Adding ~(\text{small value}) \times i~ to the ~i~-term of the sequence, we may assume all the values of the sequence are different from each other.

For each element in the sequence, consider the set ~\{~elements which are prior to it and larger than it~\}~. If this set is non-empty, after a pass, the element will move one step forward. Therefore, the maximum value of ~\{~elements which are prior to it and larger than it~\}~ will be the number of passes by bubble sort. They can take the maximum value only at vertices in the right lower convex hull of the sequence. For these vertices, the equality

$$\displaystyle (\text{the number of elements which are prior to it and larger than it}) = i-(\text{the number of elements smaller than }A_i)$$

holds.
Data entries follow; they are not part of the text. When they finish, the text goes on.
package web

import "testing"

// TestSubmitRefusesBenchMismatch: a plan naming a range the converter
// does not have is answered 400 naming ranging.start, on estimate and on
// submit, and nothing reaches the simulated instruments.
func TestSubmitRefusesBenchMismatch(t *testing.T) {
	d := startDemo(t, demoOpts{})
	before := map[string]int{}
	for _, role := range []string{"generator", "voltmeter", "switch"} {
		before[role] = len(d.b.Sim.Received(role))
	}
	bad := smallPlan("remote")
	bad["ranging"] = map[string]any{"strategy": "remote", "start": "7 V"}
	res, data := d.do("POST", "/api/plan/estimate", bad)
	want(t, "estimate with no such range", res, data, 400, "ranging.start")
	res, data = d.do("POST", "/api/runs", bad)
	want(t, "run with no such range", res, data, 400, "ranging.start")
	for role, n := range before {
		if got := d.b.Sim.Received(role); len(got) != n {
			t.Errorf("%s received %q after a refused plan", role, got[n:])
		}
	}
	ok := smallPlan("remote")
	res, data = d.do("POST", "/api/plan/estimate", ok)
	want(t, "a plan the bench can run", res, data, 200, "")
}
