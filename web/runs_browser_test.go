package web

import (
	"context"
	"strings"
	"testing"
	"time"

	"github.com/chromedp/chromedp"

	"rolloff/sweep/event"
)

// TestRunsFilterBrowser: the main page's run list filters by batch and
// unit, and shows a filtered batch's yield and overlay.
func TestRunsFilterBrowser(t *testing.T) {
	ctx, cancel := newBrowser(t)
	defer cancel()
	d := startDemo(t, demoOpts{})
	p := smallPlan("fixed")
	p["mask"] = map[string]any{"name": "line acceptance", "relative": true,
		"upper": [][]float64{{1000, 0.5}, {30000, 0.5}}, "lower": [][]float64{{1000, -0.5}, {30000, -0.5}}}
	ids := map[string]string{}
	for _, u := range [][2]string{{"LD-0201", "BX"}, {"LD-0202", "BY"}} {
		p["unit"], p["batch"] = u[0], u[1]
		res, data := d.do("POST", "/api/runs", p)
		want(t, "submit", res, data, 201, "")
		id := decode[map[string]string](t, data)["id"]
		d.waitState(t, id, true, 60*time.Second, event.Done)
		ids[u[0]] = id
	}
	if err := chromedp.Do(ctx, chromedp.Navigate(d.base+"/"), chromedp.WaitVisible(chromedp.ID("runs-filter"))); err != nil {
		t.Fatal(err)
	}
	rows := `document.querySelectorAll('#runs-body tr').length`
	waitJS(t, ctx, "both runs listed", rows+` === 2`, 10*time.Second)
	if err := chromedp.Do(ctx, chromedp.SetValue(chromedp.ID("rf-batch"), "BX"), chromedp.Click(chromedp.CSS(`#runs-filter button`))); err != nil {
		t.Fatal(err)
	}
	waitJS(t, ctx, "batch BX listed", rows+` === 1 && document.querySelector('#runs-body tr').dataset.id === '`+ids["LD-0201"]+`'`, 10*time.Second)
	waitJS(t, ctx, "batch overlay", `!document.getElementById('batch-box').hidden && document.getElementById('batch-img').naturalWidth > 0`, 20*time.Second)
	if s := jsString(ctx, `document.getElementById('batch-summary').innerText`); !strings.Contains(s, "yield 100.0 %") {
		t.Errorf("batch summary %q", s)
	}
	jsString(ctx, `document.getElementById('rf-batch').value = ''`)
	if err := chromedp.Do(ctx, chromedp.SetValue(chromedp.ID("rf-unit"), "ld-0202"), chromedp.Click(chromedp.CSS(`#runs-filter button`))); err != nil {
		t.Fatal(err)
	}
	waitJS(t, ctx, "unit LD-0202 listed", rows+` === 1 && document.querySelector('#runs-body tr').dataset.id === '`+ids["LD-0202"]+`'`, 10*time.Second)
	if !jsBoolOK(ctx, `document.getElementById('batch-box').hidden`) {
		t.Error("batch view shown without a batch filter")
	}
	if s := jsString(ctx, `document.getElementById('runs-page').innerText`); s != "runs 1–1 of 1" {
		t.Errorf("page info %q", s)
	}
}

func jsBoolOK(ctx context.Context, expr string) bool {
	ok, err := jsBool(ctx, expr)
	return err == nil && ok
}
For other vertices, the inequality

$$\displaystyle (\text{the number of elements which are prior to it and larger than it}) > i-(\text{the number of elements smaller than }A_i)$$

holds. Therefore, the number of passes by bubble sort for the sequence ~A~ is calculated as

$$\displaystyle \max\{i-(\text{the number of elements smaller than }A_i) \mid i = 0, 1, \dots, N-1\}$$

It is enough to keep the value of

$$\displaystyle i-(\text{the number of elements smaller than }A_i)$$

for each ~i~, and to update and calculate the maximum value efficiently. Since the term ~i~ does not change, we may calculate it simply for each query. In order to update the term

$$\displaystyle -(\text{the number of elements smaller than }A_i)$$

for each query, we may add ~+1~ or ~-1~ to every element in the segment containing ~A_i~.

Using Segment Tree, the above operations can be done in ~\mathcal O(\log(N+Q))~ time per query. It takes ~\mathcal O((N+Q) \log(N+Q))~ time to compress the coordinates which appear in the sequence. Therefore, in total, this problem can be solved in ~\mathcal O((N+Q) \log(N+Q))~ time.